31.03.2022 - 07:00 | Son Güncellenme:
Ayşegül Kahvecioğlu - Yaklaşık 12.5 saat süren görüşmelere, muhalefetin Türkiye'nin kadına yönelik şiddetle mücadelede uluslararası referans metin kabul edilen İstanbul Sözleşmesi'nden çıkmasına yönelik eleştirileri damga vurdu.
CHP'li Turan Aydoğan, teklifin İstanbul Sözleşmesi'nin getirdiği birçok hakkı tırpanladığını savunurken, "O sözleşmedeki ısrarlı takibi kuşa çevirdiniz. Hiçbir koşulda infazı mümkün olmayan ceza artırımları yaparak insanlara şirinlik yapmaya çalışıyorsunuz. Yok 'Altı aydı, dokuz aya çıkardık.' Çıkarsanız ne olur, çıkarmasanız ne olur? Bu ülkedeki infaz kanunlarından haberiniz yok. Açık, net söylüyorum: Ben bu ülkenin yetkilisi olacağım, kararına 'Cilveli davrandı' diyen hâkimi bir gün orada barındırmam" ifadelerini kullandı.
'Eksik ama olumlu'
CHP'li Gülizar Biçer Karaca, İstanbul Sözleşmesi kapsamında AB ve Avrupa Komisyonu'ndan Kasım 2019'da 800 bin Euro'luk hibe alındığını, Mart 2021'de ise sözleşmeden çıkıldığını hatırlatarak, "Aldığınız parayla 'Mayıs 2022'ye kadar uygulayacağız' dediğiniz projelerin hiçbirini yapmadınız. Şimdi, o 800 bin Euro'yu niye aldınız, İstanbul Sözleşmesi'nden niye çekildiniz?" diye sordu. Karaca, kadına karşı işlenen suçlarda iyi hâl indirimini kaldıran düzenlemeye ilişkin de, "'Kravat indirimi' denen düzenlemeyi getirmişsiniz. Eksik ama tabi ki olumlu ama 'Beyaz pantolon giydi' diye, 'kırmızı ruj sürdü diye öldürdüm' diyenlere uygulanan haksız tahrik ne olacak? Kamuoyunda 'erkeklik indirimi' diye adlandırılan haksız tahrik konusunda neden burada hiçbir düzenleme yok?" ifadelerini kullandı. Sözleşmeden çıkılması konusunda HDP'li Filiz Kerestecioğlu "Çok küçük bir erkek grubunun manipülasyonu nedeniyle, bir küçük erkek grubunun refahına kadınlar helak edildi" dedi.

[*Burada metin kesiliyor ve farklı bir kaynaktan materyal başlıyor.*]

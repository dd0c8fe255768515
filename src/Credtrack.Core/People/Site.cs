namespace Credtrack.Core.People;

/// <summary>One installation is one site: its name, and the zone in which its people read the clock.</summary>
public sealed class Site : Recorded
{
    public string Name { get; private init; } = "";
    public string TimeZone { get; private init; } = "";

    private Site() { }

    public static string? WhyNotFound(string timeZone) =>
        TimeZoneInfo.TryFindSystemTimeZoneById(timeZone, out _) ? null : $"There is no time zone {timeZone}; take an IANA name such as Europe/Dublin.";

    public static Site Found(Person by, string name, string timeZone, DateTime at)
    {
        RuleBroken.If(WhyNotFound(timeZone));
        var site = new Site { Id = Guid.CreateVersion7(at), Name = name, TimeZone = timeZone };
        site.Record(new SiteFounded(by, at, name, timeZone));
        return site;
    }
}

AK Partili Öznur Çalık ise, şiddetle mücadelede uygulamadan kaynaklanan aksaklıklar olduğunu belirterek, teklifin "kadına yönelik şiddetle mücadelede cezasızlık algısını ortadan kaldıracak" önemli bir düzenleme olacağını vurguladı. Çalık, İstanbul Sözleşmesi'ne ilişkin de imza koyan-koymayan, imza koyup onaylamayan ülkeleri sıralayarak, "Dolayısıyla sadece Türkiye'de değil, neredeyse diğer ülkelerde de tartışılan bir metindir. Bizim kadına yönelik şiddetle mücadelemiz, bir hukuki metinle başlamadı ve bir hukuki metinle de bitmeyecek” diye konuştu. Çalık, eski eşi Halis Serbest tarafından önce yüzüne kezzap atılan ardından da kurşunlanarak öldürülen şarkıcı Bergen'i hatırlatarak, "Maktul Bergen ile sanık arasında yaşanan bu süreç maalesef takdir indirimi uygulanmak suretiyle
15 yıl ağır hapis cezası ile sonuçlanmış. İyi hâl indiriminin sadece Bergen üzerinden bizde yarattığı travmayı söylemek için ifade ediyorum" ifadelerini kullanması dikkati çekti.
‘Şiddet faili kaydı’ önerisi
Muhalefet teklifin sağlıkta şiddete yönelik maddelerinin soruna çözüm olmayacağını savunurken, CHP’li Gamze Akkuş İlgezdi, “Sağlıkta şiddetten hüküm giymiş birinin herhangi bir sağlık kuruluşuna başvurduğunda başvuru sırasında bu kaydın ortaya çıkmasının ve ilgililerin bu konuda bilgilendirilmesinin gerektiğini düşünüyorum” dedi.